Prompt: Among the records below, find the line that has "in memory (9"; from there, give the lines again exactly, and stop after the line that has "and ends as".
--- Exercise data ---
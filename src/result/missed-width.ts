import { advice } from '../messages/build.js';
import { remedyForGap } from './gap-remedy.js';
import { type Finding, type Measures, paths } from './measures.js';

/**
 * Whether the bracket is as narrow as was asked for; if not, whether gap or noise is in the way, by how much, and what
 * would help.
 */
export function missedWidth(measures: Measures): Finding | null {
  const { bracketWidth, wantedWidth, gap } = measures;
  if (wantedWidth === null) return null;
  if (bracketWidth <= wantedWidth) {
    const figures = `${bracketWidth.toPrecision(3)} where ${wantedWidth.toPrecision(3)} was wanted`;
    return { passed: `The bracket is as narrow as wanted: ${figures}.` };
  }
  // What the bracket adds to the distance of its two bounds, by the standard errors of its own round.
  const noise = bracketWidth - gap.value;
  const isGap = gap.value > noise;
  const parts = `gap ${gap.value.toPrecision(2)}, noise ${noise.toPrecision(2)}, wanted ${wantedWidth.toPrecision(2)}`;
  const stuck = isGap ? 'the gap between the bounds' : 'the noise of the estimates';
  return {
    doubt: advice('width-missed', {
      what: `The bracket is ${bracketWidth.toPrecision(3)} wide, more than was wanted; most of it is ${stuck} (${parts}).`,
      why: `The bracket is valid as it stands. ${whyNoMore(measures)}`,
      mend: isGap ? remedyForGap(measures) : remedyForNoise(measures),
      evidence: { bracketWidth, wantedWidth, gap: gap.value, noise, stuck: isGap ? 'gap' : 'noise' },
    }),
  };
}

function whyNoMore({ plan: { round } }: Measures): string {
  const repeated = 'drawn again until it looks narrow, since that would make it too often wrong';
  return round === 1
    ? `It is not ${repeated}.`
    : `It is that of round ${round}: each round draws afresh with half the probability of a miss, and no more are made; a bracket is not ${repeated}.`;
}

function remedyForNoise({ plan, lower, upper, isComplete }: Measures): string {
  if (!isComplete) return 'Let the run finish.';
  const isNested = [lower, upper].some(
    (bound) =>
      bound.method === 'andersen-broadie' &&
      (bound.halfWidth95 ?? 0) * 2 > (lower.halfWidth95 ?? 0) + (upper.halfWidth95 ?? 0),
  );
  if (isNested)
    return `Raise \`outer\` in \`upper: { method: andersen-broadie, outer: … }\` under method above ${paths(plan.nestedOuterPathCount)}.`;
  return `Give a \`--budget\` longer than this run took, or set \`counts: { outer: … }\` under method above ${paths(plan.outerPathCount)}.`;
}
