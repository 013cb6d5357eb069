import { describe, expect, it } from 'vitest';
import { type CheckFindings, checkReport } from '#built/report/check-text.js';
import { sampleAdvice, sampleRecord } from './sample-record.js';

const findings: CheckFindings = {
  title: 'Right to fell one of three groves',
  settings: sampleRecord.settings,
  forecast: {
    sizeCount: 1,
    peakMemoryBytes: 120 * 1024 ** 2,
    machineMemoryBytes: 16 * 1024 ** 3,
    paths: sampleRecord.paths,
    work: { fit: 1.2e6, bounds: null, nested: 0 },
    columnCount: 10,
    polynomialCount: 3,
  },
  advice: [],
};

describe('the text of a check', () => {
  it('counts the settings by where they came from', () => {
    expect(checkReport(findings).split('\n').slice(0, 2)).toEqual([
      'Right to fell one of three groves',
      'No mistakes. 3 settings: 1 from the file, 1 from the command line, 1 by default.',
    ]);
  });

  it('shows every setting with its value and its origin', () => {
    const text = checkReport(findings);
    expect(text).toMatch(/^ {2}clock +years +default$/m);
    expect(text).toMatch(/^ {2}constants\.spread +0\.25 +command line$/m);
    expect(text).toMatch(/^ {2}contract\.payoff +max\(0, largest\(grove\) - 100\) +line 14$/m);
  });

  it('wraps a long value and cuts nothing', () => {
    const value = Array.from({ length: 40 }, (_, index) => `term${index}`).join(' + ');
    const settings = [{ name: 'contract.payoff', value, origin: { kind: 'line', line: 3 } as const }];
    const text = checkReport({ ...findings, settings }, { width: 80 });
    for (let index = 0; index < 40; index += 1) expect(text).toContain(`term${index}`);
    for (const line of text.split('\n')) expect(line.length).toBeLessThanOrEqual(80);
  });

  it('forecasts memory and work, and says what only the pilot knows', () => {
    const text = checkReport(findings);
    expect(text).toMatch(/memory at the peak +about 126 MB of the machine's 17.2 GB/);
    expect(text).toMatch(/regression +10 columns, 3 martingale polynomials/);
    expect(text).toMatch(/work to fit the rule +about 1\.2 million path-dates/);
    expect(text).toMatch(/work for the bounds +set by the pilot/);
    expect(text).not.toContain('Andersen');
    const nested = { ...findings.forecast, machineMemoryBytes: null, work: { fit: 1, bounds: 5, nested: 3e9 } };
    expect(checkReport({ ...findings, forecast: nested })).toMatch(
      /Andersen-Broadie bound +about 3 billion path-dates/,
    );
  });

  it('says that it is the most, where several sizes of the basis may be tried', () => {
    const text = checkReport({ ...findings, forecast: { ...findings.forecast, sizeCount: 3 } });
    expect(text).toMatch(/memory at the peak +at most about 126 MB/);
    expect(text).toMatch(/regression +at most 10 columns, 3 martingale polynomials/);
    expect(text).toMatch(/work to fit the rule +at most about 1\.2 million path-dates/);
    expect(text).toContain('Up to 3 sizes of the automatic basis are fitted in turn');
    expect(checkReport(findings)).not.toMatch(/at most|in turn/);
  });

  it('says whether the paths are kept or recomputed, and by which factor the simulation grows', () => {
    const words = (text: string) => text.replace(/\s+/g, ' ');
    expect(words(checkReport(findings))).toContain('All paths of the fit are kept in memory (29.2 MB).');
    const paths = { kept: 'segments', segmentDates: 4, checkpointCount: 5, workFactor: 1.8333, bytes: 9e6 } as const;
    expect(words(checkReport({ ...findings, forecast: { ...findings.forecast, paths } }))).toContain(
      'The paths of the fit are kept in memory (9 MB) in segments of 4 dates, with 5 checkpoints, and recomputed when another segment is needed: they are simulated 1.83 times instead of once.',
    );
  });

  it('renders advice', () => {
    expect(checkReport({ ...findings, advice: [sampleAdvice] })).toContain('The gap is 2.1% of the value.');
    expect(checkReport(findings)).toContain('Advice\n  None.');
  });
});
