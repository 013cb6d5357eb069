/**
 * Sums over lanes and over columns. Every sum over lanes is kept as two, of the even and of the odd lanes, and ends as
 * the first plus the second: one vector holds both.
 */

import { columnBytes } from './workspace';

// @ts-ignore: decorator
@inline
function total(sums: v128): f64 {
  return f64x2.extract_lane(sums, 0) + f64x2.extract_lane(sums, 1);
}

/**
 * Σ over lanes of the products of four neighbouring columns with two others, written to `to`: four with the first, then
 * four with the second. Eight running vectors are as many as the registers hold beside their operands; the distance
 * between columns is a constant, so that one address serves four loads.
 */
function productTile(columns: usize, first: usize, second: usize, wholeLength: usize, isOdd: bool, to: usize): void {
  let s0 = f64x2.splat(0);
  let s1 = s0;
  let s2 = s0;
  let s3 = s0;
  let t0 = s0;
  let t1 = s0;
  let t2 = s0;
  let t3 = s0;
  const end = columns + wholeLength;
  for (; columns < end; columns += 16, first += 16, second += 16) {
    const x = v128.load(first);
    const y = v128.load(second);
    let z = v128.load(columns);
    s0 = f64x2.add(s0, f64x2.mul(x, z));
    t0 = f64x2.add(t0, f64x2.mul(y, z));
    z = v128.load(columns, columnBytes);
    s1 = f64x2.add(s1, f64x2.mul(x, z));
    t1 = f64x2.add(t1, f64x2.mul(y, z));
    z = v128.load(columns, 2 * columnBytes);
    s2 = f64x2.add(s2, f64x2.mul(x, z));
    t2 = f64x2.add(t2, f64x2.mul(y, z));
    z = v128.load(columns, 3 * columnBytes);
    s3 = f64x2.add(s3, f64x2.mul(x, z));
    t3 = f64x2.add(t3, f64x2.mul(y, z));
  }
  if (isOdd) {
    const x = v128.load64_zero(first);
    const y = v128.load64_zero(second);
    let z = v128.load64_zero(columns);
    s0 = f64x2.add(s0, f64x2.mul(x, z));
    t0 = f64x2.add(t0, f64x2.mul(y, z));
    z = v128.load64_zero(columns, columnBytes);
    s1 = f64x2.add(s1, f64x2.mul(x, z));
    t1 = f64x2.add(t1, f64x2.mul(y, z));
    z = v128.load64_zero(columns, 2 * columnBytes);
    s2 = f64x2.add(s2, f64x2.mul(x, z));
    t2 = f64x2.add(t2, f64x2.mul(y, z));
    z = v128.load64_zero(columns, 3 * columnBytes);
    s3 = f64x2.add(s3, f64x2.mul(x, z));
    t3 = f64x2.add(t3, f64x2.mul(y, z));
  }
  store<f64>(to, total(s0));
  store<f64>(to, total(s1), 8);
  store<f64>(to, total(s2), 16);
  store<f64>(to, total(s3), 24);
  store<f64>(to, total(t0), 32);
  store<f64>(to, total(t1), 40);
  store<f64>(to, total(t2), 48);
  store<f64>(to, total(t3), 56);
}

const tile = memory.data(64, 16);

/**
 * Writes Σ column × response for `count` columns and `responseCount` responses, responses by rows; of a `triangle`, whose
 * responses are the columns themselves, only the columns up to the row's own, closely packed.
 *
 * Tiles reach up to three columns and one response beyond the last; what they find there is not kept.
 */
export function sumProducts(
  columns: usize,
  count: i32,
  responses: usize,
  responseCount: i32,
  triangle: bool,
  lanes: i32,
  to: usize,
): void {
  const wholeLength = <usize>(lanes & ~1) << 3;
  const isOdd = (lanes & 1) != 0;
  for (let row = 0; row < responseCount; row += 2) {
    const first = responses + <usize>row * columnBytes;
    const firstCount = triangle ? row + 1 : count;
    const secondCount = row + 1 < responseCount ? (triangle ? row + 2 : count) : 0;
    const secondTo = to + (<usize>firstCount << 3);
    const widest = max(firstCount, secondCount);
    for (let column = 0; column < widest; column += 4) {
      productTile(columns + <usize>column * columnBytes, first, first + columnBytes, wholeLength, isOdd, tile);
      keep(tile, to, column, firstCount);
      keep(tile + 32, secondTo, column, secondCount);
    }
    to = secondTo + (<usize>secondCount << 3);
  }
}

/** Copies four sums to their places from `column` on, as far as the row goes. */
// @ts-ignore: decorator
@inline
function keep(sums: usize, row: usize, column: i32, count: i32): void {
  const kept = min(4, count - column);
  for (let i = 0; i < kept; i++) store<f64>(row + (<usize>(column + i) << 3), load<f64>(sums + (<usize>i << 3)));
}

/** Writes Σ coefficient × column to each target; coefficients by targets. Lanes go eight at a time, targets in pairs. */
export function combine(
  columns: usize,
  count: i32,
  coefficients: usize,
  targets: usize,
  targetCount: i32,
  length: usize,
): void {
  const coefficientBytes = <usize>count << 3;
  let target = 0;
  for (; target + 1 < targetCount; target += 2) {
    const to = targets + <usize>target * columnBytes;
    const first = coefficients + <usize>target * coefficientBytes;
    for (let at: usize = 0; at < length; at += 64) {
      let s0 = f64x2.splat(0);
      let s1 = s0;
      let s2 = s0;
      let s3 = s0;
      let t0 = s0;
      let t1 = s0;
      let t2 = s0;
      let t3 = s0;
      let from = columns + at;
      const end = first + coefficientBytes;
      for (let coefficient = first; coefficient < end; coefficient += 8, from += columnBytes) {
        const f = v128.load64_splat(coefficient);
        const g = v128.load64_splat(coefficient + coefficientBytes);
        let x = v128.load(from);
        s0 = f64x2.add(s0, f64x2.mul(f, x));
        t0 = f64x2.add(t0, f64x2.mul(g, x));
        x = v128.load(from, 16);
        s1 = f64x2.add(s1, f64x2.mul(f, x));
        t1 = f64x2.add(t1, f64x2.mul(g, x));
        x = v128.load(from, 32);
        s2 = f64x2.add(s2, f64x2.mul(f, x));
        t2 = f64x2.add(t2, f64x2.mul(g, x));
        x = v128.load(from, 48);
        s3 = f64x2.add(s3, f64x2.mul(f, x));
        t3 = f64x2.add(t3, f64x2.mul(g, x));
      }
      v128.store(to + at, s0);
      v128.store(to + at, s1, 16);
      v128.store(to + at, s2, 32);
      v128.store(to + at, s3, 48);
      v128.store(to + at + columnBytes, t0);
      v128.store(to + at + columnBytes, t1, 16);
      v128.store(to + at + columnBytes, t2, 32);
      v128.store(to + at + columnBytes, t3, 48);
    }
  }
  if (target < targetCount) {
    const to = targets + <usize>target * columnBytes;
    const first = coefficients + <usize>target * coefficientBytes;
    for (let at: usize = 0; at < length; at += 64) {
      let s0 = f64x2.splat(0);
      let s1 = s0;
      let s2 = s0;
      let s3 = s0;
      let from = columns + at;
      const end = first + coefficientBytes;
      for (let coefficient = first; coefficient < end; coefficient += 8, from += columnBytes) {
        const f = v128.load64_splat(coefficient);
        s0 = f64x2.add(s0, f64x2.mul(f, v128.load(from)));
        s1 = f64x2.add(s1, f64x2.mul(f, v128.load(from, 16)));
        s2 = f64x2.add(s2, f64x2.mul(f, v128.load(from, 32)));
        s3 = f64x2.add(s3, f64x2.mul(f, v128.load(from, 48)));
      }
      v128.store(to + at, s0);
      v128.store(to + at, s1, 16);
      v128.store(to + at, s2, 32);
      v128.store(to + at, s3, 48);
    }
  }
}

/** Adds to a target the products of `count` pairs of columns, one pair after the other, or takes them off. */
export function addProducts(
  left: usize,
  right: usize,
  count: i32,
  isNegative: bool,
  target: usize,
  length: usize,
): void {
  const signs = f64x2.splat(isNegative ? -0.0 : 0.0);
  const pairBytes = <usize>count * columnBytes;
  for (let at: usize = 0; at < length; at += 64) {
    let s0 = v128.load(target + at);
    let s1 = v128.load(target + at, 16);
    let s2 = v128.load(target + at, 32);
    let s3 = v128.load(target + at, 48);
    const end = left + at + pairBytes;
    for (let x = left + at, y = right + at; x < end; x += columnBytes, y += columnBytes) {
      s0 = f64x2.add(s0, v128.xor(signs, f64x2.mul(v128.load(x), v128.load(y))));
      s1 = f64x2.add(s1, v128.xor(signs, f64x2.mul(v128.load(x, 16), v128.load(y, 16))));
      s2 = f64x2.add(s2, v128.xor(signs, f64x2.mul(v128.load(x, 32), v128.load(y, 32))));
      s3 = f64x2.add(s3, v128.xor(signs, f64x2.mul(v128.load(x, 48), v128.load(y, 48))));
    }
    v128.store(target + at, s0);
    v128.store(target + at, s1, 16);
    v128.store(target + at, s2, 32);
    v128.store(target + at, s3, 48);
  }
}

/** Σ (value - center), or its squares. */
// @ts-ignore: decorator
@inline
function sumOf(column: usize, lanes: i32, center: v128, isSquared: bool): f64 {
  let sum = f64x2.splat(0);
  const end = column + (<usize>(lanes & ~1) << 3);
  let at = column;
  for (; at < end; at += 16) {
    const x = f64x2.sub(v128.load(at), center);
    sum = f64x2.add(sum, isSquared ? f64x2.mul(x, x) : x);
  }
  if (lanes & 1) {
    const x = f64x2.sub(v128.load64_zero(at), f64x2.replace_lane(center, 1, 0));
    sum = f64x2.add(sum, isSquared ? f64x2.mul(x, x) : x);
  }
  return total(sum);
}

/** Sum of a column over its lanes. */
export function sumColumn(column: usize, lanes: i32): f64 {
  return sumOf(column, lanes, f64x2.splat(0), false);
}

/** Sum of the squares of a column's distances from a center. */
export function sumSquares(column: usize, lanes: i32, center: f64): f64 {
  return sumOf(column, lanes, f64x2.splat(center), true);
}

/** Whether every value lies above `lowest` and below infinity. */
export function areBetween(columns: usize, count: i32, lowest: f64, lanes: i32): bool {
  const low = f64x2.splat(lowest);
  const high = f64x2.splat(Infinity);
  let isInside = i64x2.splat(-1);
  for (let column = 0; column < count; column++) {
    const start = columns + <usize>column * columnBytes;
    const end = start + (<usize>(lanes & ~1) << 3);
    let at = start;
    for (; at < end; at += 16) {
      const x = v128.load(at);
      isInside = v128.and(isInside, v128.and(f64x2.gt(x, low), f64x2.lt(x, high)));
    }
    if (lanes & 1) {
      const x = f64x2.splat(load<f64>(at));
      isInside = v128.and(isInside, v128.and(f64x2.gt(x, low), f64x2.lt(x, high)));
    }
  }
  return i64x2.all_true(isInside);
}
---
Answer for this exercise:
      'The paths of the fit are kept in memory (9 MB) in segments of 4 dates, with 5 checkpoints, and recomputed when another segment is needed: they are simulated 1.83 times instead of once.',
    );
  });

  it('renders advice', () => {
    expect(checkReport({ ...findings, advice: [sampleAdvice] })).toContain('The gap is 2.1% of the value.');
    expect(checkReport(findings)).toContain('Advice\n  None.');
  });
});
repository 013cb6d5357eb069
/**
 * Sums over lanes and over columns. Every sum over lanes is kept as two, of the even and of the odd lanes, and ends as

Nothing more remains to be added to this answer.